Our programming kicked off with Story Cart voter registration events that built upon the summer’s Story Cart: Trust and the Vote campaign. Our graduate fellows spoke to continuing and first-time voters in the months before an historic presidential election. We brought DoSomething, a national youth-driven civic engagement organization, to campus to talk to UWM students about the issues that matter most to them.
We turned the Trust and the Vote initiative into a multi-media exhibition showcasing interviews collected by our Story Cart fellows. We also partnered with MKElevate to produce an adaptable pop-up exhibition that is currently touring community centers across Milwaukee.
We walked the grounds of Lynden Sculpture Garden with Slow Growing in the Time of Trees. Members of the collaboratory and Lynden introduced us to trees, mushrooms, and trees becoming chairs.
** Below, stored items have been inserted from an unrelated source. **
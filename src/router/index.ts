import { createRouter, createWebHistory } from 'vue-router';
import { useSessionStore } from '../stores/session.ts';
import { routes } from './routes.ts';

/** A path of this program to go on to after signing in; anything else leads home. */
export function targetAfterSignIn(to: unknown): string {
  return typeof to === 'string' && /^\/(?![/\\])/.test(to) ? to : '/';
}

export function createAppRouter() {
  const router = createRouter({
    history: createWebHistory(),
    routes,
    scrollBehavior: (to, from, saved) => saved ?? (to.path === from.path ? undefined : { top: 0 }),
  });

  router.beforeEach(async (to) => {
    const session = useSessionStore();
    try {
      await session.ready();
    } catch {
      // The shell says that the server cannot be reached, and offers to try again.
      return true;
    }
    if (to.name === 'sign-in') return session.me ? targetAfterSignIn(to.query.to) : true;
    if (session.me || to.meta.open) return true;
    return { name: 'sign-in', query: to.fullPath === '/' ? {} : { to: to.fullPath } };
  });

  router.afterEach((to) => {
    document.title = `${to.meta.title} · Backmark`;
  });
  return router;
}
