import { build } from './build.mjs';
import { sayFailure } from './output.mjs';

try {
  await build();
} catch (error) {
  sayFailure(error);
  process.exitCode = 1;
}
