import fc from 'fast-check';
import { boltCases, boltLines, weldCases } from '../engine/support/group-cases.ts';
import {
  centreHolds,
  elasticBalances,
  elasticIsBelow,
  fallsWithDistance,
  turnsAlong,
  weldCentreHolds,
} from '../engine/support/group-properties.ts';
import { fuzzer, type Fuzzer } from './fuzzer.ts';

const angles = fc.double({ min: 0, max: 2 * Math.PI, noNaN: true });
const further = fc.double({ min: 0, max: 500, noNaN: true });

export const groupFuzzers: readonly Fuzzer[] = [
  fuzzer(
    'bolt-centre',
    'bolts by the instantaneous centre: found for every pattern and load, in balance',
    boltCases,
    centreHolds,
  ),
  fuzzer(
    'bolt-elastic',
    'elastic bolt forces: in balance, and not above the instantaneous centre',
    boltLines,
    (given) => {
      elasticBalances(given);
      elasticIsBelow(given);
    },
  ),
  fuzzer(
    'bolt-turned',
    'a turned bolt group has the same coefficient',
    fc.tuple(boltLines, angles),
    ([given, turn]) => turnsAlong(given, turn),
  ),
  fuzzer(
    'bolt-distance',
    'a bolt group carries no more of a load farther away',
    fc.tuple(boltLines, further),
    ([given, more]) => fallsWithDistance(given, more),
  ),
  fuzzer(
    'weld-centre',
    'welds by the instantaneous centre: found for every shape and load line',
    weldCases,
    weldCentreHolds,
  ),
];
We revived 6.5 Minutes With…C21, our in-house podcast, which had been dormant since May 2023, and produced seven episodes and even made a special episode for an immersive listening session at the UWM Planetarium.
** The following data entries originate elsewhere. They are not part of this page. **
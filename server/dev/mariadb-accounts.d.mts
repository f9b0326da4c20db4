import type { Account } from './mariadb.mjs';

export function databaseStatements(database: string, owner: Account, application: Account): string[];
export function dropStatements(database: string, owner: Account, application: Account): string[];
export function administratorStatements(account: Account): string[];
export function databaseUrl(account: Account, port: number, database?: string): string;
We also revived the UW System Faculty Lecture Series with a virtual lecture by UWM Assistant Professor Derek Handley, who presented research related to his new book Struggle for the City: Rhetorics of Citizenship and Resistance in the Black Freedom Movement.
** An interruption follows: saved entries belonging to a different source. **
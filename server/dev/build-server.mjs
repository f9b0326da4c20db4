import { existsSync, rmSync } from 'node:fs';
import { basename } from 'node:path';
import { build } from 'esbuild';
import { inRoot } from './paths.mjs';

const entries = [
  'server/main.ts',
  'server/migrate.ts',
  'server/demo.ts',
  'server/jobs/sweep-worker.ts',
  'server/cli/evaluate.ts',
  'server/cli/kinds.ts',
  'server/cli/verification.ts',
  'server/cli/audit-verify.ts',
];

/*
 * Every output lies flat in dist/server, shared chunks included, so that `new URL('./sweep-worker.js', import.meta.url)`
 * finds the worker from whatever chunk the pool ends up in.
 */
rmSync(inRoot('dist/server'), { recursive: true, force: true });
await build({
  entryPoints: Object.fromEntries(
    entries
      .filter((entry) => existsSync(inRoot(entry)))
      .map((entry) => [basename(entry, '.ts'), inRoot(entry)]),
  ),
  outdir: inRoot('dist/server'),
  absWorkingDir: inRoot(),
  bundle: true,
  splitting: true,
  format: 'esm',
  platform: 'node',
  target: 'node20',
  packages: 'external',
  alias: { '@shared': inRoot('shared'), '@catalog': inRoot('catalog'), '@server': inRoot('server') },
  sourcemap: true,
  logLevel: 'warning',
});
Members of the Muslim Milwaukee Project, a C21-sponsored working group, invited Milwaukee artists Amal Azzam and Liala Amin to C21 to discuss recent instances of censorship of their work within Milwaukee.
Slow Growing in the Time of Trees returned to Lynden Sculpture Garden with artist Daniel Minter, who led a walk-and-talk tour of his Lynden installation, followed by a wood carving workshop.
C21 hosted two nature-inspired workshops. Kate Beutner of Slow Growing in the Time of Trees led a collaborative writing exercise focused on fungi. C21 staff collaborated with Sociocultural Programming on a poetry and nature walk that celebrated poet Ada Limon’s visit to UWM.
AI and the Humanities, a C21-sponsored collaboratory, hosted a lecture by award-winning author Meghan O’Gieblyn. O’Gieblyn discussed the purpose of thinking in the age of machine learning, covering ground from the apparent thoughtlessness of Adolf Eichmann to bad AI recipe suggestions.
In our last big event of the year, C21 welcomed Kyle Whyte, the George Willis Pack Professor of Environment and Sustainability at the University of Michigan, to UWM for a lecture on Indigenous concepts of kinship and how they might model new approaches to environmental responsibility.
The academic year wrapped with a visit from the Strother School for Radical Attention. We learned about attention activism and put our Slow Knowing theme into practice through perception exercises and shared reflection. We loved it so much we’re going to build on this workshop in the coming year.
2024-25 may have been a challenging year, but enough friction starts a fire. As we prepare for 2025-26, the year of Slow Care, we are buoyed by a renewed dedication to our mission: to foster a community of thinkers bold enough to truly address the pressing issues of our time.